• [Task description]: From the entries that follow, copy each line containing the word "which".

• [Excerpted data]:
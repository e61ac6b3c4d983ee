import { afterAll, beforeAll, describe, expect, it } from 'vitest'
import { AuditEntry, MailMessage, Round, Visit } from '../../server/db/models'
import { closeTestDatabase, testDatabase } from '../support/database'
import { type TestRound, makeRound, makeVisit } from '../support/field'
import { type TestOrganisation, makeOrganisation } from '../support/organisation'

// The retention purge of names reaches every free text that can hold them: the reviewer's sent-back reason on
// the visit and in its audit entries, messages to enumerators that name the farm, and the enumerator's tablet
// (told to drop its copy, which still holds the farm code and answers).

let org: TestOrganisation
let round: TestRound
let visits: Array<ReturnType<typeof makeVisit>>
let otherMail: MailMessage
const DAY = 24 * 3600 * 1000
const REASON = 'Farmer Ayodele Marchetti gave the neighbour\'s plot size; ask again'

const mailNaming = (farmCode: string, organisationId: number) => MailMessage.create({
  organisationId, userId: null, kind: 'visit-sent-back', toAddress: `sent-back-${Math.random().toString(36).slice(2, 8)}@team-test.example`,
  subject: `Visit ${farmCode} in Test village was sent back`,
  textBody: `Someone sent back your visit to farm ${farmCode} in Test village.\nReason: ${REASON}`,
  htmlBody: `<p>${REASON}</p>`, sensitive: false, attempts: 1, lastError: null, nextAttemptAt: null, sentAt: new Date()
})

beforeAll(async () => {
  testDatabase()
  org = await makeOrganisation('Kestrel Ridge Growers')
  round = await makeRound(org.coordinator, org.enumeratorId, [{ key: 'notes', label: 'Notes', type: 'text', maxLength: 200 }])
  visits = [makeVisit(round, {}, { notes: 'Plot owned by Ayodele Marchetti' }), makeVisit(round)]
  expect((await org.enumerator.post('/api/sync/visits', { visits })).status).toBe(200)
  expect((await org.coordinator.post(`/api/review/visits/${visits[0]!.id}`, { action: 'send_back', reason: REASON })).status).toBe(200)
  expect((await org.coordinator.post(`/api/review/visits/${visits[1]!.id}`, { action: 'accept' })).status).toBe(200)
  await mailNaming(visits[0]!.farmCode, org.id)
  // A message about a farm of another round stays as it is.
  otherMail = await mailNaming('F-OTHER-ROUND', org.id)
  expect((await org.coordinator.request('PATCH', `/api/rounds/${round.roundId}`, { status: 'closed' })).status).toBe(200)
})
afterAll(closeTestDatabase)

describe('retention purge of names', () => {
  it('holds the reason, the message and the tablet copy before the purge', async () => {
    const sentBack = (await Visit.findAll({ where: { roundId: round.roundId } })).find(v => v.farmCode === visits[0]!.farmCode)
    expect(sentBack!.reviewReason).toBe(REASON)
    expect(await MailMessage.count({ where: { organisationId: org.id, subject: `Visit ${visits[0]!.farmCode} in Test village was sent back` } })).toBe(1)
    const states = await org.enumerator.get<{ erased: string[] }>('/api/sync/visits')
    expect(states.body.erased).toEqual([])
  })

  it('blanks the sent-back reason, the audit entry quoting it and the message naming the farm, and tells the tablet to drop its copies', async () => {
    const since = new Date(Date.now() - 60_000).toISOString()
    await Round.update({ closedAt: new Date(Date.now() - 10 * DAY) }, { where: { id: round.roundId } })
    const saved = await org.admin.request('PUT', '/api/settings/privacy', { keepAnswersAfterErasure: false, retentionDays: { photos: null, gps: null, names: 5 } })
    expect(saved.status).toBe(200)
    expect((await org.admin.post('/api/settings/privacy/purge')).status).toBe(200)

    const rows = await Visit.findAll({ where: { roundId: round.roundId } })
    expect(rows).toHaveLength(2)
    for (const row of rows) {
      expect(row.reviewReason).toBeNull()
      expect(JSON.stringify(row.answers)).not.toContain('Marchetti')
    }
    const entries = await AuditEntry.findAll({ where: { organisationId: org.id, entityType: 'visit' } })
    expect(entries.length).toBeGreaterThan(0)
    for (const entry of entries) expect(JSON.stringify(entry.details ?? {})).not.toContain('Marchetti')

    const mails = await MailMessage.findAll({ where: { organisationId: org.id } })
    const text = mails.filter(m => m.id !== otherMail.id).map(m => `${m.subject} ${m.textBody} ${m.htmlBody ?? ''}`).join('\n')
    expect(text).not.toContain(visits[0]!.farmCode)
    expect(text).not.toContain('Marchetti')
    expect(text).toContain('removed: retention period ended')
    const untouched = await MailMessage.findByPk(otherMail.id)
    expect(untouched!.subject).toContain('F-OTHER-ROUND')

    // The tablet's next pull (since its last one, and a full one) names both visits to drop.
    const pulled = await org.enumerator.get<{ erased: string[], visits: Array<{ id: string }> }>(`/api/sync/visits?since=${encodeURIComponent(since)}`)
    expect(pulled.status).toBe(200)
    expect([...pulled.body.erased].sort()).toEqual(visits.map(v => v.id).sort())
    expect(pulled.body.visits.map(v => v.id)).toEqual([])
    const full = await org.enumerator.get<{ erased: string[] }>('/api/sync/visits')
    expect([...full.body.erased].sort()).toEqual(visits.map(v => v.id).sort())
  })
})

---

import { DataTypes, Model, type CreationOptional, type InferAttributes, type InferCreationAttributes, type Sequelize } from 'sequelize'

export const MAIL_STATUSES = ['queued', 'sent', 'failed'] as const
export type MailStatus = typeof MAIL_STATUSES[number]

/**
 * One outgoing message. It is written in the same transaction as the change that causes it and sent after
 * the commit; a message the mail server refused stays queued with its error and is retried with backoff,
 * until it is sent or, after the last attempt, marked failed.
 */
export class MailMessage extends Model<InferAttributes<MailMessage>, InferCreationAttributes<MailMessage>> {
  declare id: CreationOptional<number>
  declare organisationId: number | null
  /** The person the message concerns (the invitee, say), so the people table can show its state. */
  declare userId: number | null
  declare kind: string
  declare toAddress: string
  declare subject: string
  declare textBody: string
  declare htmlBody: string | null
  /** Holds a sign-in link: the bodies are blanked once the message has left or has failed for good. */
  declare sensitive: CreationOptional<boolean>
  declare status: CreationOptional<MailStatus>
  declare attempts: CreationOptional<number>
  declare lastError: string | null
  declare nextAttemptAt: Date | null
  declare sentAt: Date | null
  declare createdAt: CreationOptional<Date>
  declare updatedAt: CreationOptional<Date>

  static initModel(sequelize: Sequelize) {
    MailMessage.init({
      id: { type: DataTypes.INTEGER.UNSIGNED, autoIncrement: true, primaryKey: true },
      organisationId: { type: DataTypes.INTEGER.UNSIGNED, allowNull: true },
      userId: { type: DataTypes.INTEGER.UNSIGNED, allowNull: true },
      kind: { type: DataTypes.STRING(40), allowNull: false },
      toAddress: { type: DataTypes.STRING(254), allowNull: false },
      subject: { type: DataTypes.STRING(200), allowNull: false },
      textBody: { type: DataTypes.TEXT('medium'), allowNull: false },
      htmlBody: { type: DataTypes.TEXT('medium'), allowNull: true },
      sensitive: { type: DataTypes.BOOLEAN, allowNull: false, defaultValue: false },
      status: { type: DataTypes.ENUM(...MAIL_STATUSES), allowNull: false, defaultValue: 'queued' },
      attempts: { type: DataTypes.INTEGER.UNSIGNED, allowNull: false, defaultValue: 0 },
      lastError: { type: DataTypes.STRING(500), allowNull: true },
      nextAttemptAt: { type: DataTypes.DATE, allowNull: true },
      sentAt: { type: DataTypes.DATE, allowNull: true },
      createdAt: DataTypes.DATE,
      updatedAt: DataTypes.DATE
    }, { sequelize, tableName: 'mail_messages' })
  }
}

---

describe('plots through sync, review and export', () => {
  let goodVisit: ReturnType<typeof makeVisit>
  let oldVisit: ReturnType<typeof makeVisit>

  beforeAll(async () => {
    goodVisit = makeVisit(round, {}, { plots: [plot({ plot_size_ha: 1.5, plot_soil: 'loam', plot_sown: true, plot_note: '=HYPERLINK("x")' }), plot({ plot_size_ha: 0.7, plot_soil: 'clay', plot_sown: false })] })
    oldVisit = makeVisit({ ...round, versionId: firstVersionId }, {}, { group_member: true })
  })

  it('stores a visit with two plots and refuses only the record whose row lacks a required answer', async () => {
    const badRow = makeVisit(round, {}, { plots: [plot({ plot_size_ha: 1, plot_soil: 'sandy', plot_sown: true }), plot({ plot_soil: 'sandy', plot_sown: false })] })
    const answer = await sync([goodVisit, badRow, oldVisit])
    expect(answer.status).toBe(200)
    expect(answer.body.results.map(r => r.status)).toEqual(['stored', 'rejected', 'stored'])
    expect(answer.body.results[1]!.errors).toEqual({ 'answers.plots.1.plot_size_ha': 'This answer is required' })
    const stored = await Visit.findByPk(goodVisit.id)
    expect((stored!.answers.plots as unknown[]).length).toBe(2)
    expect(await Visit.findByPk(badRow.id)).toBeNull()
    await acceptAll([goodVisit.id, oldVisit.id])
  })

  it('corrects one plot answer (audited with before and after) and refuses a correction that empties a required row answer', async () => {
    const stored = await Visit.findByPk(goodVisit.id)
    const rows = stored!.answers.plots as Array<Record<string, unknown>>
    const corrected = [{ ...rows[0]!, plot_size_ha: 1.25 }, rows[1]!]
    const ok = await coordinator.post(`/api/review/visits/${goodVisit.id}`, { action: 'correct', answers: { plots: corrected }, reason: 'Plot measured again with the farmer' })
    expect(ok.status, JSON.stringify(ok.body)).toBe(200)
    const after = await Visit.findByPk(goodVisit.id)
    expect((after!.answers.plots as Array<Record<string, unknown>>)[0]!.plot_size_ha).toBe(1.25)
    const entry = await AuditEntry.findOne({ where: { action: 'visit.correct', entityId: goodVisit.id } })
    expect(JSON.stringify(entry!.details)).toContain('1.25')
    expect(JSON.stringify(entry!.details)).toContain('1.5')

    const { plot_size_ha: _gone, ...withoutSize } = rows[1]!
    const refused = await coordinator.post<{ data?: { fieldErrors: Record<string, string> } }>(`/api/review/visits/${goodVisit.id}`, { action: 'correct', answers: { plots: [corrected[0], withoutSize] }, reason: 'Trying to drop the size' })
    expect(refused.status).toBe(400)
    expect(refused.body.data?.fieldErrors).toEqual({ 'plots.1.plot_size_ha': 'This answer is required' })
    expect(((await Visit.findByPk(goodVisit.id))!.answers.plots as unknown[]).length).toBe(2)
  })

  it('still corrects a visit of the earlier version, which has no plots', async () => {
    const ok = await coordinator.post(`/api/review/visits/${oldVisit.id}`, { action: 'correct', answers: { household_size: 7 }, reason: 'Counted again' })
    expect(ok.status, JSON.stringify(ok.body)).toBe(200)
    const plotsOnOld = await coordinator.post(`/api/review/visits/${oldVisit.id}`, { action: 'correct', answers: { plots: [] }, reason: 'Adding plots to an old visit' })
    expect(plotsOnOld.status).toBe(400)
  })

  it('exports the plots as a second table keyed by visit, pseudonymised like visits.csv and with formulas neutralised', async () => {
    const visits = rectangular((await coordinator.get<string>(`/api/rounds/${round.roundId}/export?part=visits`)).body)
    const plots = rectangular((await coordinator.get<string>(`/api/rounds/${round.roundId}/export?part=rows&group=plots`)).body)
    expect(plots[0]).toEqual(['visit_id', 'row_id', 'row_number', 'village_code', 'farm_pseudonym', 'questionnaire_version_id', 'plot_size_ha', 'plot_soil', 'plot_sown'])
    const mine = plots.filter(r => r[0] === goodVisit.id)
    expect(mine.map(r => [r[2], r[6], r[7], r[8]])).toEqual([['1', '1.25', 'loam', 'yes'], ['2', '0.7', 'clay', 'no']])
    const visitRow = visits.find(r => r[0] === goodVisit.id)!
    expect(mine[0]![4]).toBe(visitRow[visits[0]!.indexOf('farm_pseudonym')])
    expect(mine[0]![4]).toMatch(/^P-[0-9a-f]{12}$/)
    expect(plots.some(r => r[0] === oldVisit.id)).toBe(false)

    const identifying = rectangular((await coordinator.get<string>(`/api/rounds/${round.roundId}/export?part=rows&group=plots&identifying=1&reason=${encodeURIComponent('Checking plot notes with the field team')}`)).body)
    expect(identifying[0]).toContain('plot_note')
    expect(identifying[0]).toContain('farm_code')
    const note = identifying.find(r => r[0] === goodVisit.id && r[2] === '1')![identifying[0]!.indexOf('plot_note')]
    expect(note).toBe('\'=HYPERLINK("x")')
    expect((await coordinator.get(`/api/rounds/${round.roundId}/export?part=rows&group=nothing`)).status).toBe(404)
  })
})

• [Task solution]:
// (told to drop its copy, which still holds the farm code and answers).
  it('still corrects a visit of the earlier version, which has no plots', async () => {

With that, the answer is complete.